In previous studies, scientists have used magnetic resonance imaging to identify peaks and valleys of neural activity when people are doing various things, like making decisions, reacting to frightening images or reliving painful memories. But these studies, while provocative, revealed virtually nothing about the underlying neural networks involved -- about which brain regions speak to one another and when. Previous estimates of network structure, based on such imaging, have been sketchy.
The new findings, while not conclusive, give scientists what is essentially a wiring diagram that they can test and refine.
"This is just about the coolest paper I've seen in a long time, and forward-looking in terms of where the science is going," said Dr. Marcus E. Raichle, a professor of neurology and radiology at Washington University in St. Louis, who was not involved in the research. He added, "They've found in the brain what looks like a hub map of the airline system for the United States."
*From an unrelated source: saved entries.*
import { ChangeDetectionStrategy, Component, type ElementRef, computed, effect, inject, signal, viewChild } from '@angular/core';
import { CdkFixedSizeVirtualScroll, CdkVirtualForOf, CdkVirtualScrollViewport, CdkVirtualScrollableElement } from '@angular/cdk/scrolling';
import { MatButton } from '@angular/material/button';
import { MatDialog } from '@angular/material/dialog';
import { MatFormField, MatLabel } from '@angular/material/form-field';
import { MatIcon } from '@angular/material/icon';
import { MatInput } from '@angular/material/input';
import { MatOption, MatSelect } from '@angular/material/select';
import { MatProgressBar } from '@angular/material/progress-bar';
import Fuse from 'fuse.js';
import { type Cell, PART_LABELS, type PlantPart } from '@shared/engine';
import { readableError } from '../../core/http/api-problem';
import { type CellEditResult, openCellEditor } from './cell-edit-dialog';
import { DeskService, type DeskTaxon, type WorkingMatrix, unpackCells } from './desk-service';
import { DeskTabs } from './desk-tabs';
import { type CellView, type GridColumn, cellView, columnWindow, filterColumns, movedTo, orderColumns, partSegments } from './grid-model';

/** Sizes the virtual scrolling sums with (the stylesheet draws the same sizes). */
export const GRID_SIZES = Object.freeze({ row: 40, column: 152, species: 232, header: 92 });

type LoadState = { status: 'loading' } | { status: 'ready'; matrix: WorkingMatrix } | { status: 'error'; message: string };

interface GridRow {
  /** position among the rows shown (after filtering) */
  index: number;
  taxon: DeskTaxon;
}

/**
 * The Matrix desk: the working (unpublished) matrix as a grid of species × traits, grouped by plant
 * part. Rows are virtualised by the CDK and columns by a window of our own, so a matrix of thousands
 * of species and hundreds of traits scrolls smoothly. Arrow keys move between cells; Enter opens the
 * cell editor.
 */
@Component({
  selector: 'sv-matrix-grid-page',
  imports: [
    CdkVirtualScrollableElement,
    CdkVirtualScrollViewport,
    CdkFixedSizeVirtualScroll,
    CdkVirtualForOf,
    MatButton,
    MatFormField,
    MatLabel,
    MatInput,
    MatSelect,
    MatOption,
    MatIcon,
    MatProgressBar,
    DeskTabs,
  ],
  templateUrl: './matrix-grid-page.html',
  styleUrl: './matrix-grid-page.scss',
  changeDetection: ChangeDetectionStrategy.OnPush,
})
export default class MatrixGridPage {
  readonly #desk = inject(DeskService);
  readonly #dialog = inject(MatDialog);

  protected readonly sizes = GRID_SIZES;
  protected readonly partLabels = PART_LABELS;
  protected readonly state = signal<LoadState>({ status: 'loading' });
  /** bumped when a cell changes in place, so the rows redraw */
  readonly #edits = signal(0);
  protected readonly notice = signal('');

  // filters
  protected readonly speciesWords = signal('');
  protected readonly family = signal('');
  protected readonly parts = signal<PlantPart[]>([]);
  protected readonly traitWords = signal('');

  // where the grid is scrolled and how wide it is, for the column window
  readonly #scrollLeft = signal(0);
  readonly #width = signal(1024);
  readonly #height = signal(600);
  protected readonly active = signal({ row: 0, column: 0 });

  protected readonly scroller = viewChild<ElementRef<HTMLElement>>('scroller');
  protected readonly viewport = viewChild(CdkVirtualScrollViewport);

  protected readonly matrix = computed(() => {
    const state = this.state();
    return state.status === 'ready' ? state.matrix : null;
  });
  protected readonly errorMessage = computed(() => {
    const state = this.state();
    return state.status === 'error' ? state.message : '';
  });
  protected readonly allColumns = computed(() => orderColumns(this.matrix()?.traits ?? []));
  protected readonly columns = computed(() => filterColumns(this.allColumns(), this.parts(), this.traitWords()));
  protected readonly families = computed(() => [...new Set((this.matrix()?.taxa ?? []).map((taxon) => taxon.family))].filter((family) => family !== '').sort());
  protected readonly partsPresent = computed(() => [...new Set(this.allColumns().map((column) => column.part))]);
  /** the name search index, built only once someone searches (a large matrix loads faster without it) */
  readonly #fuse = computed(() => {
    const taxa = this.matrix()?.taxa ?? [];
    return new Fuse(taxa, { keys: ['scientificName', 'commonNames', 'id'], threshold: 0.3, ignoreLocation: true });
  });
  protected readonly rows = computed<GridRow[]>(() => {
    const taxa = this.matrix()?.taxa ?? [];
    const words = this.speciesWords().trim();
    const family = this.family();
    const found =
      words === ''
        ? taxa
        : this.#fuse()
            .search(words)
            .map((result) => result.item);
    return found.filter((taxon) => family === '' || taxon.family === family).map((taxon, index) => ({ index, taxon }));
  });
  protected readonly window = computed(() => columnWindow(this.#scrollLeft(), this.#width() - GRID_SIZES.species, GRID_SIZES.column, this.columns().length), {
    equal: (a, b) => a.first === b.first && a.last === b.last,
  });
  protected readonly shownColumns = computed(() => {
    const { first, last } = this.window();
    return this.columns().slice(first, last);
  });
  protected readonly segments = computed(() => partSegments(this.columns(), this.window().first, this.window().last));
  protected readonly rowWidth = computed(() => GRID_SIZES.species + this.columns().length * GRID_SIZES.column);
  protected readonly leftPad = computed(() => this.window().first * GRID_SIZES.column);
  protected readonly activeId = computed(() => {
    const { row, column } = this.active();
    return this.rows().length > 0 && this.columns().length > 0 ? `desk-cell-${row}-${column}` : null;
  });
  protected readonly activeWords = computed(() => {
    const { row, column } = this.active();
    const taxon = this.rows()[row]?.taxon;
    const col = this.columns()[column];
    if (!taxon || !col) return '';
    this.#edits();
    return `${taxon.scientificName} · ${col.trait.label}: ${this.view(taxon, col).words}`;
  });

  /** drawn cells, by taxon, by column key (a cell is drawn many times while scrolling) */
  #views = new WeakMap<DeskTaxon, Array<CellView | undefined>>();
  /** decoded rows, oldest first; only the rows lately drawn are kept decoded */
  readonly #decoded = new Map<DeskTaxon, Cell[]>();

  constructor() {
    this.load();
    // the grid exists once the matrix is loaded: measure it then and whenever it is resized
    effect((onCleanup) => {
      const element = this.scroller()?.nativeElement;
      if (!element) return;
      const observer = new ResizeObserver(() => this.#measure());
      observer.observe(element);
      onCleanup(() => observer.disconnect());
      this.#measure();
    });
  }

  protected load(): void {
    this.state.set({ status: 'loading' });
    this.#desk.workingMatrix().subscribe({
      next: (matrix) => {
        this.#views = new WeakMap();
        this.#decoded.clear();
        this.state.set({ status: 'ready', matrix });
        this.#markFirstRows();
      },
      error: (error: unknown) => this.state.set({ status: 'error', message: readableError(error) }),
    });
  }

  /** Marks `desk:drawn` (User Timing, read by the desk benchmark) once the first rows are in the page. */
  #markFirstRows(frames = 0): void {
    if (document.querySelector('[role="row"][data-taxon]')) performance.mark('desk:drawn');
    else if (frames < 600) requestAnimationFrame(() => this.#markFirstRows(frames + 1));
  }

  /** A row's cells, decoded when first drawn; a few thousand rows stay decoded. */
  #cells(taxon: DeskTaxon): Cell[] {
    let cells = this.#decoded.get(taxon);
    if (cells) return cells;
    cells = unpackCells(taxon, this.matrix()?.traits.length ?? 0);
    this.#decoded.set(taxon, cells);
    if (this.#decoded.size > 2_000) this.#decoded.delete(this.#decoded.keys().next().value as DeskTaxon);
    return cells;
  }

  #measure(): void {
    const element = this.scroller()?.nativeElement;
    if (!element) return;
    this.#width.set(element.clientWidth);
    this.#height.set(element.clientHeight);
    this.#scrollLeft.set(element.scrollLeft);
  }

  #scrollQueued = false;

  /** Follows horizontal scrolling once per frame (a scroll event can come several times a frame). */
  protected scrolled(event: Event): void {
    if (this.#scrollQueued) return;
    this.#scrollQueued = true;
    const element = event.target as HTMLElement;
    requestAnimationFrame(() => {
      this.#scrollQueued = false;
      this.#scrollLeft.set(element.scrollLeft);
    });
  }

  /** The cell as drawn; `edits` is read so an edited cell redraws. */
  protected view(taxon: DeskTaxon, column: GridColumn): CellView {
    let ofTaxon = this.#views.get(taxon);
    if (!ofTaxon) {
      ofTaxon = [];
      this.#views.set(taxon, ofTaxon);
    }
    return (ofTaxon[column.key] ??= cellView(column, this.#cells(taxon)[column.position]));
  }

  protected edits(): number {
    return this.#edits();
  }

  protected setParts(parts: PlantPart[]): void {
    this.parts.set(parts);
    this.#resetActive();
  }

  protected setFamily(family: string): void {
    this.family.set(family);
    this.#resetActive();
  }

  protected setSpeciesWords(words: string): void {
    this.speciesWords.set(words);
    this.#resetActive();
  }

  protected setTraitWords(words: string): void {
    this.traitWords.set(words);
    this.#resetActive();
  }

  #resetActive(): void {
    this.active.set({ row: 0, column: 0 });
    const element = this.scroller()?.nativeElement;
    if (element) {
      element.scrollTop = 0;
      element.scrollLeft = 0;
    }
  }

  /** A click makes the cell under the pointer the active one; a double click opens its editor. */
  protected pointed(event: MouseEvent, edit: boolean): void {
    const cell = (event.target as HTMLElement).closest<HTMLElement>('[role="gridcell"]');
    if (!cell) return;
    const row = Number(cell.dataset['row']);
    const column = Number(cell.dataset['col']);
    if (!Number.isInteger(row) || !Number.isInteger(column)) return;
    this.active.set({ row, column });
    this.scroller()?.nativeElement.focus({ preventScroll: true });
    if (edit) this.openEditor(row, column);
  }

  protected keydown(event: KeyboardEvent): void {
    if (event.key === 'Enter' || event.key === 'F2') {
      event.preventDefault();
      this.openEditor();
      return;
    }
    const pageRows = Math.max(1, Math.floor((this.#height() - GRID_SIZES.header) / GRID_SIZES.row) - 1);
    const next = movedTo(event.key, this.active(), { rows: this.rows().length, columns: this.columns().length, pageRows }, event.ctrlKey || event.metaKey);
    if (!next) return;
    event.preventDefault();
    this.active.set(next);
    this.#scrollIntoView(next.row, next.column);
  }

  /** Scrolls just enough for the cell to be inside the grid, clear of the sticky header and species column. */
  #scrollIntoView(row: number, column: number): void {
    const element = this.scroller()?.nativeElement;
    if (!element) return;
    const top = GRID_SIZES.header + row * GRID_SIZES.row;
    const bottom = top + GRID_SIZES.row;
    if (top - GRID_SIZES.header < element.scrollTop) element.scrollTop = top - GRID_SIZES.header;
    else if (bottom > element.scrollTop + element.clientHeight) element.scrollTop = bottom - element.clientHeight;
    const left = GRID_SIZES.species + column * GRID_SIZES.column;
    const right = left + GRID_SIZES.column;
    if (left - GRID_SIZES.species < element.scrollLeft) element.scrollLeft = left - GRID_SIZES.species;
    else if (right > element.scrollLeft + element.clientWidth) element.scrollLeft = right - element.clientWidth;
    this.#scrollLeft.set(element.scrollLeft);
  }

  protected openEditor(row = this.active().row, column = this.active().column): void {
    const taxon = this.rows()[row]?.taxon;
    const col = this.columns()[column];
    if (!taxon || !col) return;
    this.active.set({ row, column });
    openCellEditor(this.#dialog, {
      taxon: { id: taxon.id, scientificName: taxon.scientificName },
      trait: col.trait,
      value: this.#cells(taxon)[col.position] ?? 'unknown',
      version: taxon.versions[col.position] ?? 0,
      // a refusal shows the cell as it is now: the grid shows that too, so the two never disagree
      seen: (current) => this.#replaceCell(taxon, col, current.value, current.version),
    }).subscribe((result: CellEditResult | undefined) => {
      if (result) {
        this.#replaceCell(taxon, col, result.value, result.version);
        this.notice.set(
          `Saved ${taxon.scientificName} · ${col.trait.label} (version ${result.version}). It is in the draft until the next edition is published.`,
        );
      }
      this.scroller()?.nativeElement.focus({ preventScroll: true });
    });
  }

  #replaceCell(taxon: DeskTaxon, column: GridColumn, value: Cell, version: number): void {
    const cells = this.#cells(taxon);
    cells[column.position] = value;
    taxon.packed = JSON.stringify(cells);
    taxon.versions[column.position] = version;
    const ofTaxon = this.#views.get(taxon);
    if (ofTaxon) ofTaxon[column.key] = undefined;
    this.#edits.update((count) => count + 1);
  }

  protected trackRow(_index: number, row: GridRow): string {
    return row.taxon.id;
  }
}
In the study, a collaboration that included the University of Lausanne in Switzerland, Harvard and Indiana University, researchers studied the brains of five healthy male volunteers using a new technique called diffusion spectrum imaging. The technique allows scientists to estimate the density and orientation of the connections running through specific brain locations. Using a computer analysis of the results, the researchers ranked the busiest spots on the cortex in order, by the number of connections they had. Finally, they plotted those spots back onto the brain maps of the five volunteers. ...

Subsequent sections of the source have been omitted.